Exercise:
Your answer should consist only of the lines below from the one with "sections on what" through the one with "def verdicts(content: Content)", copied exactly.

══════

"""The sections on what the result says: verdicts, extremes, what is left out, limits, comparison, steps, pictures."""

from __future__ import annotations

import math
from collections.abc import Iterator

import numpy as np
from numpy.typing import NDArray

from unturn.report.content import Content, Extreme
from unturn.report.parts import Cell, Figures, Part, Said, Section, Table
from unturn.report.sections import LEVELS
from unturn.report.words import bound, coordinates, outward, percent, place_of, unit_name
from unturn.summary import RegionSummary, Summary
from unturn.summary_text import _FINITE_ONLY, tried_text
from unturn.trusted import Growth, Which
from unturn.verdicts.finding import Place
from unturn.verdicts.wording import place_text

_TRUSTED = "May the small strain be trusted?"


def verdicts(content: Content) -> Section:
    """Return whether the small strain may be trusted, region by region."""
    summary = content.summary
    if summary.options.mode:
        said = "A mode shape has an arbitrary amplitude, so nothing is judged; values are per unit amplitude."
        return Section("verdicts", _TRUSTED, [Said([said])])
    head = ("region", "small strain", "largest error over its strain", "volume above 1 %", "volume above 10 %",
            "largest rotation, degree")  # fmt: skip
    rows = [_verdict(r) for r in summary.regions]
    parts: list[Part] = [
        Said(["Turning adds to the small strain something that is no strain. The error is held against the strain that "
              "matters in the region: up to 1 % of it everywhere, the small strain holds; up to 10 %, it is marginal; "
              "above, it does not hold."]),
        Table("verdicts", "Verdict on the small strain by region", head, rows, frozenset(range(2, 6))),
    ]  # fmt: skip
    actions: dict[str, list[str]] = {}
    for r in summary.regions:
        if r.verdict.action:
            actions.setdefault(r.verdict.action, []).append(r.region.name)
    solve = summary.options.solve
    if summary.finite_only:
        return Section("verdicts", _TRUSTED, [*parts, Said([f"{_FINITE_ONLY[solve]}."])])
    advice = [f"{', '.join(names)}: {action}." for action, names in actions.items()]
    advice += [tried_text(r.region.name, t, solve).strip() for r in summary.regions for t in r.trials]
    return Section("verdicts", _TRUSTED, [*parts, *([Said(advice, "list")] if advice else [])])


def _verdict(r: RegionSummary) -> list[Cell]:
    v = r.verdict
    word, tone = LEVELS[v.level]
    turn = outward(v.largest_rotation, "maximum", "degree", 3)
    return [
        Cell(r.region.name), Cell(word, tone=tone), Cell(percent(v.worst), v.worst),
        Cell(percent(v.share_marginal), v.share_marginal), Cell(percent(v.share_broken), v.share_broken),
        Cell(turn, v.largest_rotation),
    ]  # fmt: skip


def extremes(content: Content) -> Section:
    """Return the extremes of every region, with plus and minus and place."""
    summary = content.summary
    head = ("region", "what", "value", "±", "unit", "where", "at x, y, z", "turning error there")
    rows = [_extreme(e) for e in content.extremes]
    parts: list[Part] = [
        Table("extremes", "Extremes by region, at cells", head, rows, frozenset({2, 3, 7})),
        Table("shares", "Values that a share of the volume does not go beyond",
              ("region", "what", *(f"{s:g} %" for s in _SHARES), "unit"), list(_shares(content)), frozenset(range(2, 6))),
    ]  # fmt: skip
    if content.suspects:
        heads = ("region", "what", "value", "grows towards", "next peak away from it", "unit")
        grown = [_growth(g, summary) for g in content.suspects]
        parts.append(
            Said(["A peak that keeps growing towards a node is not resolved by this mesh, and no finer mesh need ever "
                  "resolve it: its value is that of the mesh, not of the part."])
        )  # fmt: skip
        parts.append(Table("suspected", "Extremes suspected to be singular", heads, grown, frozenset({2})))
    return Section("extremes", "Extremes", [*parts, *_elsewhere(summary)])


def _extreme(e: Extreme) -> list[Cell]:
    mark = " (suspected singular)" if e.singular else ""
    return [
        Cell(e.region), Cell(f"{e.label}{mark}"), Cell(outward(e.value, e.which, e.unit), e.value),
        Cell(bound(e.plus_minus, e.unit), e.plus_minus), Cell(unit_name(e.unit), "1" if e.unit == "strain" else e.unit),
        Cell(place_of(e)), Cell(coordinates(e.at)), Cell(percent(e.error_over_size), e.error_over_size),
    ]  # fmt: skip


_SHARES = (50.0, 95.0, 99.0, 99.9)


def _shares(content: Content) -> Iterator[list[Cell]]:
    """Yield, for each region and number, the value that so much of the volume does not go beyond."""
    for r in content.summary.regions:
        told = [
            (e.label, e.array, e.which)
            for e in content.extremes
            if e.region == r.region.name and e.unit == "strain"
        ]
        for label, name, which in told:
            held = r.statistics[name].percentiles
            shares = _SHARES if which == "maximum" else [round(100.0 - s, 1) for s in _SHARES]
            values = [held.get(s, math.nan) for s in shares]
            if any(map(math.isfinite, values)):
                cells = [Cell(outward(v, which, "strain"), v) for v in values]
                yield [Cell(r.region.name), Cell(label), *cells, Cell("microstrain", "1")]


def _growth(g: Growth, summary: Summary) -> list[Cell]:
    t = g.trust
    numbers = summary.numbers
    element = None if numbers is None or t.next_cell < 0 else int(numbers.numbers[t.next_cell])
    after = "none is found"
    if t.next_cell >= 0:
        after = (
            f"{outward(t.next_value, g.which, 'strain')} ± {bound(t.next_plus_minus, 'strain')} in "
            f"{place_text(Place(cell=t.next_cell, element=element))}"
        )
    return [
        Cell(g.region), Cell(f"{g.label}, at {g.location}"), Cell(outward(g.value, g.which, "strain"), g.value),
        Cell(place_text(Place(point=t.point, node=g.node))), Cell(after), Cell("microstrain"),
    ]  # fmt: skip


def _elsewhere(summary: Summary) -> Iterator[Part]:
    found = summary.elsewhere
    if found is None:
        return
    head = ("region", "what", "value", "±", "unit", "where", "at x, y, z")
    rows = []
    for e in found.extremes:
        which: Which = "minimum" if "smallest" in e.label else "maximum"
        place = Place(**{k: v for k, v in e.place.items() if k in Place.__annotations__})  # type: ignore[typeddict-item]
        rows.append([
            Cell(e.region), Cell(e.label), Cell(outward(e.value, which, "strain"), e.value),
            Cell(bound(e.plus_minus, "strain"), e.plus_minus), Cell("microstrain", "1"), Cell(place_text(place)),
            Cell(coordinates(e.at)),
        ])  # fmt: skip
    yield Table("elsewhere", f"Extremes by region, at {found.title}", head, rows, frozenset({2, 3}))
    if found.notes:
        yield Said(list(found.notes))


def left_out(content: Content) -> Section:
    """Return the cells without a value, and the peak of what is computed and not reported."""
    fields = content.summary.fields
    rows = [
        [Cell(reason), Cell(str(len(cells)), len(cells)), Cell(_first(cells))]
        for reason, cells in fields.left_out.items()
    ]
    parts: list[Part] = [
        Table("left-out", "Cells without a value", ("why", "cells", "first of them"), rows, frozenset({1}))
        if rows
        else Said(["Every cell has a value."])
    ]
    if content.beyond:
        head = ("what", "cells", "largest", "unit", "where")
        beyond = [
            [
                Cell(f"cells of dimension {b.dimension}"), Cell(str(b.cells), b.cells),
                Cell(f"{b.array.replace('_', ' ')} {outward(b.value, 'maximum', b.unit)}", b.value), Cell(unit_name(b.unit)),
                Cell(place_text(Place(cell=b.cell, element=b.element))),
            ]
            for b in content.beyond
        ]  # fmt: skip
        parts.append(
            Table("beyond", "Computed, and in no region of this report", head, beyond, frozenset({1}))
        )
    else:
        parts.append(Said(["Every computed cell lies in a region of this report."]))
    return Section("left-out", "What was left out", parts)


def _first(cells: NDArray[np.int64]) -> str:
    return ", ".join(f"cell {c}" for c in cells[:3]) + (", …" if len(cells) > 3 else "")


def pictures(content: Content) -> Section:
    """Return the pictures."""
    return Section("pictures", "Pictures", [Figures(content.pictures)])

══════

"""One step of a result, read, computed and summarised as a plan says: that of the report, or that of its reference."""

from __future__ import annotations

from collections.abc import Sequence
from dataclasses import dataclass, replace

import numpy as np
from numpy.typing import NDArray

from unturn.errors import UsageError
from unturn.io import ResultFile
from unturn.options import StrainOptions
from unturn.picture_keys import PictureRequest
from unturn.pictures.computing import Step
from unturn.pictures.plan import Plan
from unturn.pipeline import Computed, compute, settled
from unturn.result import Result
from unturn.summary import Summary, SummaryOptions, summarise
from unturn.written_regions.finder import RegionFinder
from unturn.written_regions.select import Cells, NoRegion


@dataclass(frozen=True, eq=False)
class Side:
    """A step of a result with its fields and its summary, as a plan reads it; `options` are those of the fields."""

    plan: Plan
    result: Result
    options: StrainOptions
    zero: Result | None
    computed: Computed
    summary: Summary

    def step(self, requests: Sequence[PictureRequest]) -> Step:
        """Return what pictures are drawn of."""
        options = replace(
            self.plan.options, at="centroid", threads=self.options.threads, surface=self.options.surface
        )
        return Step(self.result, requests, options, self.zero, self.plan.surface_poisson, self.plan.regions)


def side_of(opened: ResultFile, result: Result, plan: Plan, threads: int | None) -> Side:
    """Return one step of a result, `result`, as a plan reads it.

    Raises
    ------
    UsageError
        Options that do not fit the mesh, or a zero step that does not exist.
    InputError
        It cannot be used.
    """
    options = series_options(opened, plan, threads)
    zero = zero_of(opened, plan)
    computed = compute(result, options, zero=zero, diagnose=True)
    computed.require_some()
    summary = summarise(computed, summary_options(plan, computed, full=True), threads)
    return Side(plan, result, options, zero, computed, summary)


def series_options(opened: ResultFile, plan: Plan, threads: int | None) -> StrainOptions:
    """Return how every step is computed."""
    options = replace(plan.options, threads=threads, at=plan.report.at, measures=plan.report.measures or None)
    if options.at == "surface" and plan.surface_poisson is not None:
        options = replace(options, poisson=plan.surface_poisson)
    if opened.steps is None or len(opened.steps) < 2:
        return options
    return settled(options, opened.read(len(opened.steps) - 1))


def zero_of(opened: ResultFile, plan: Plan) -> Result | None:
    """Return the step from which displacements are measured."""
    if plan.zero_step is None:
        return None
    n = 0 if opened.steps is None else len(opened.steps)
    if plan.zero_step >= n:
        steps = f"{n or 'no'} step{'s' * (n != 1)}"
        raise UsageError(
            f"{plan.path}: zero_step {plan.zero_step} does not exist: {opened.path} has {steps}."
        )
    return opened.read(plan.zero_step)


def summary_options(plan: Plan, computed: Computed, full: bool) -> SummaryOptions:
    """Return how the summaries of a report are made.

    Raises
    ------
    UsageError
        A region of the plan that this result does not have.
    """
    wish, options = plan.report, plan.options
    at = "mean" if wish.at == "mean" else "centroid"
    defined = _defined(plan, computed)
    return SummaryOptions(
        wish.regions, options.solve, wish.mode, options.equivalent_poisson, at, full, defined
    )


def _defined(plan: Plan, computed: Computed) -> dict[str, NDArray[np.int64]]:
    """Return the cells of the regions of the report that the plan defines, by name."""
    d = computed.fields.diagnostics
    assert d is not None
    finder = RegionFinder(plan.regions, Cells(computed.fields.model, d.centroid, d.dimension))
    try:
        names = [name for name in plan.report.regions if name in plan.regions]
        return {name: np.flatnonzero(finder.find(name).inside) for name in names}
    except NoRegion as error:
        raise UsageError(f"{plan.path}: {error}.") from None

══════

Exercise output:
"""The sections on what the result says: verdicts, extremes, what is left out, limits, comparison, steps, pictures."""

from __future__ import annotations

import math
from collections.abc import Iterator

import numpy as np
from numpy.typing import NDArray

from unturn.report.content import Content, Extreme
from unturn.report.parts import Cell, Figures, Part, Said, Section, Table
from unturn.report.sections import LEVELS
from unturn.report.words import bound, coordinates, outward, percent, place_of, unit_name
from unturn.summary import RegionSummary, Summary
from unturn.summary_text import _FINITE_ONLY, tried_text
from unturn.trusted import Growth, Which
from unturn.verdicts.finding import Place
from unturn.verdicts.wording import place_text

_TRUSTED = "May the small strain be trusted?"


def verdicts(content: Content) -> Section:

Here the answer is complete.